Supermarket chains Asda, Morrisons and Tesco have announced that they are cutting the prices they charge for petrol and diesel from Tuesday, in a move likely to spark a price war between major retailers.

Asda’s announcement on Monday ended four consecutive months of rises and was matched by Morrisons and Tesco with Sainsbury’s broadly expected to follow suit and slash prices in the coming days.

Starting from Tuesday, motorists will pay no more than 114.7p per litre for unleaded and 116.7p per litre for diesel at Asda's 301 filling stations, the retailer said.

The average price of petrol in the UK is 120p per litre, while diesel is 122.9p per litre, according to the latest Government figures.

Rival Morrisons took to Twitter to announce that it would match the offer, telling its followers: “Good news for motorists! From [Tuesday] morning, we’re dropping the price of our unleaded and diesel by up to 2 pence a litre.”

Roger Fogg, Morrisons services director, said: “We will always aim to drop prices as soon as we can and always keep them far below the UK average.”

“Our new national price cap of 114.7ppl on unleaded and 116.7ppl on diesel will be welcomed by the millions of drivers who have seen fuel prices climb over the last 12 months,” Dave Tyre, Asda head of petrol trading said.

Tesco announced that it would also cut fuel prices by up to 2p per litre at its 500 petrol filing stations.

RAC fuel spokesman Simon Williams said: “This is the perfect spring gift for motorists to go with longer days and warmer weather. No doubt other retailers will follow suit and we will see prices on every forecourt come down.

“While this cut may come as a surprise to drivers as prices at the pump have been going the wrong way for months, it is has been on the cards for a couple of weeks – we’re very relieved retailers have acted without any need for outside encouragement."

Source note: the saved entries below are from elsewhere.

use std::collections::HashMap;
use std::sync::Arc;

use serde_json::Value;

use super::answers::{Flaw, Origin, Outside, Tally};
use super::checked::moments;
use super::lines::{LONGEST, Line};
use super::name::Name;
use crate::gaussian::Moments;
use crate::shard::Shard;
use crate::suite::Suite;
use crate::wording::{printable, proposal};

/// Notes of one kind that are kept; after them only their number is told.
const MOST_NOTES: usize = 20;

/// Answers on their way in, each laid to its case.
#[derive(Debug)]
pub(super) struct Collector<'a> {
    suite: &'a Suite,
    shard: Option<Shard>,
    places: HashMap<&'a str, usize>,
    given: Vec<Option<Given>>,
    answered: usize,
    elsewhere: u64,
    unknown: u64,
    unreadable: u64,
    strays: Vec<String>,
}

#[derive(Debug)]
struct Given {
    line: u64,
    answer: Result<Moments, String>,
}

/// A line as far as it could be read.
enum Record {
    Blank,
    /// Of a case, named.
    Of(String, Result<serde_json::Map<String, Value>, String>),
    /// Of whatever case.
    Stray(String),
}

impl<'a> Collector<'a> {
    /// For the cases of `suite`, or those of a part of it.
    pub fn new(suite: &'a Suite, shard: Option<Shard>) -> Self {
        let places = suite.cases.iter().enumerate().map(|(index, case)| (case.id(), index)).collect();
        let given = suite.cases.iter().map(|_| None).collect();
        Self {
            suite,
            shard,
            places,
            given,
            answered: 0,
            elsewhere: 0,
            unknown: 0,
            unreadable: 0,
            strays: Vec::new(),
        }
    }

    fn asks(&self, index: usize) -> bool {
        self.shard.is_none_or(|shard| shard.holds(index))
    }

    /// How many cases are asked.
    pub fn asked(&self) -> usize {
        let cases = self.suite.cases.len();
        self.shard.map_or(cases, |shard| shard.share(cases))
    }

    /// How many of them are answered, well or not.
    pub fn answered(&self) -> usize {
        self.answered
    }

    /// Lays a line to its case; whether that case had no answer before.
    pub fn take(&mut self, line: &Line) -> bool {
        let (case, record) = match read(line) {
            Record::Blank => return false,
            Record::Of(case, record) => (case, record),
            Record::Stray(why) => {
                self.unreadable += 1;
                self.stray(|_| format!("line {}: {why}", line.number));
                return false;
            }
        };
        let Some(&index) = self.places.get(case.as_str()) else {
            self.unknown += 1;
            self.stray(|suite| {
                let near = proposal(&case, suite.cases.iter().map(|c| c.id()));
                format!(
                    "line {}: there is no case `{case}` in suite `{}`; {near}it is not scored",
                    line.number, suite.name
                )
            });
            return false;
        };
        if !self.asks(index) {
            self.elsewhere += 1;
            return false;
        }
        let number = line.number;
        if let Some(given) = &mut self.given[index] {
            if given.line != 0 {
                let first = given.line;
                *given =
                    Given { line: 0, answer: Err(format!("given twice, on lines {first} and {number}; give one")) };
            }
            return false;
        }
        let answer = record
            .and_then(|record| moments(&self.suite.cases[index], &record))
            .map_err(|why| format!("line {number}: {why}"));
        self.given[index] = Some(Given { line: number, answer });
        self.answered += 1;
        true
    }

    fn stray(&mut self, note: impl FnOnce(&Suite) -> String) {
        if self.strays.len() < MOST_NOTES {
            self.strays.push(printable(&note(self.suite)));
        }
    }

    /// Everything that came, and what was to be said of it; `failure` is how the command failed that gave it.
    pub fn finish(self, name: Name, origin: Origin, failure: Option<String>) -> Outside {
        let mut tally = Tally {
            asked: self.asked(),
            elsewhere: self.elsewhere,
            unknown: self.unknown,
            unreadable: self.unreadable,
            ..Tally::default()
        };
        let why_missing: Option<Arc<str>> = failure.as_deref().map(Arc::from);
        let (mut unusable, mut missing) = (Vec::new(), Vec::new());
        let mut answers = Vec::with_capacity(self.given.len());
        let asked: Vec<bool> = (0..self.given.len()).map(|index| self.asks(index)).collect();
        for ((given, case), asked) in self.given.into_iter().zip(&self.suite.cases).zip(asked) {
            answers.push(asked.then(|| match given {
                Some(Given { answer: Ok(moments), .. }) => {
                    tally.usable += 1;
                    Ok(moments)
                }
                Some(Given { answer: Err(why), .. }) => {
                    tally.unusable += 1;
                    if unusable.len() < MOST_NOTES {
                        unusable.push(printable(&format!("case `{}`: {why}", case.id())));
                    }
                    Err(Flaw::Unusable(printable(&why)))
                }
                None => {
                    tally.missing += 1;
                    if missing.len() < MOST_NOTES {
                        missing.push(case.id());
                    }
                    Err(Flaw::Missing(why_missing.clone()))
                }
            }));
        }
        let more =
            |count: usize, what: &str| (count > MOST_NOTES).then(|| format!("{} more {what}", count - MOST_NOTES));
        let mut notes: Vec<String> = failure.iter().cloned().collect();
        notes.append(&mut unusable);
        notes.extend(more(tally.unusable, "answers cannot be used"));
        if let count @ 1.. = tally.missing {
            let and_more = if count > MOST_NOTES { ", .." } else { "" };
            notes.push(format!("no answer for {count} of {} cases: {}{and_more}", tally.asked, missing.join(", ")));
        }
        notes.extend(self.strays);
        notes.extend(more((tally.unknown + tally.unreadable) as usize, "lines belong to no case"));
        Outside { name, origin, answers: answers.into(), tally, failure, notes }
    }
}

fn read(line: &Line) -> Record {
    if line.bytes.trim_ascii().is_empty() {
        return Record::Blank;
    }
    let broken = |why: String| match case_name(&line.bytes) {
        Some(case) => Record::Of(case, Err(why)),
        None => Record::Stray(why),
    };
    if line.is_cut() {
        return broken(format!("is longer than {} MiB, the most for an answer", LONGEST >> 20));
    }
    match serde_json::from_slice(&line.bytes) {
        Ok(Value::Object(record)) => match record.get("case") {
            Some(Value::String(case)) => Record::Of(case.clone(), Ok(record)),
            Some(_) => Record::Stray("`case` is no text; give the name of a case".into()),
            None => Record::Stray("`case` is missing; an answer names its case".into()),
        },
        Ok(_) => Record::Stray(
            "is no moments record; give {\"case\":..,\"mean\":..,\"covariance\":..,\"cross_covariance\":..}".into(),
        ),
        Err(e) => {
            let (column, text) = (e.column(), e.to_string());
            let what = text.split(" at line ").next().unwrap_or(&text);
            broken(format!("is not JSON: {what} (column {column}); numbers are finite, one record is one line"))
        }
    }
}

/// The name of the case in a record that cannot be read whole: one that is cut short, or holds NaN as many libraries
/// write it.
fn case_name(bytes: &[u8]) -> Option<String> {
    const KEY: &[u8] = b"\"case\"";
    let at = bytes.windows(KEY.len()).position(|window| window == KEY)?;
    let value = bytes[at + KEY.len()..].trim_ascii_start().strip_prefix(b":")?;
    serde_json::Deserializer::from_slice(value).into_iter::<String>().next()?.ok()
}

#[cfg(test)]
mod tests {
    use super::*;

    #[test]
    fn a_broken_record_still_names_its_case() {
        for (bytes, name) in [
            (&br#"{"case": "k-1", "mean": [NaN]}"#[..], Some("k-1")),
            (br#"{"mean":[1],"case" : "a \"b\"","cov"#, Some("a \"b\"")),
            (br#"{"case":"k-1"#, None),
            (br#"{"case":7,"mean":[inf]}"#, None),
            (b"case", None),
        ] {
            assert_eq!(case_name(bytes).as_deref(), name, "{}", String::from_utf8_lossy(bytes));
        }
    }
}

The price cut was made possible due to a recent fall in oil prices.

Global oil prices slipped to their lowest level in three months earlier this week. Brent crude was changing hands at around $51 per barrel on Monday, according to Reuters, near its lowest level since the end of November.

"A fall in the oil price from above $55 a barrel to below $52 is now working its way through to the pump," Luke Bosdet, a spokesman for the AA, said.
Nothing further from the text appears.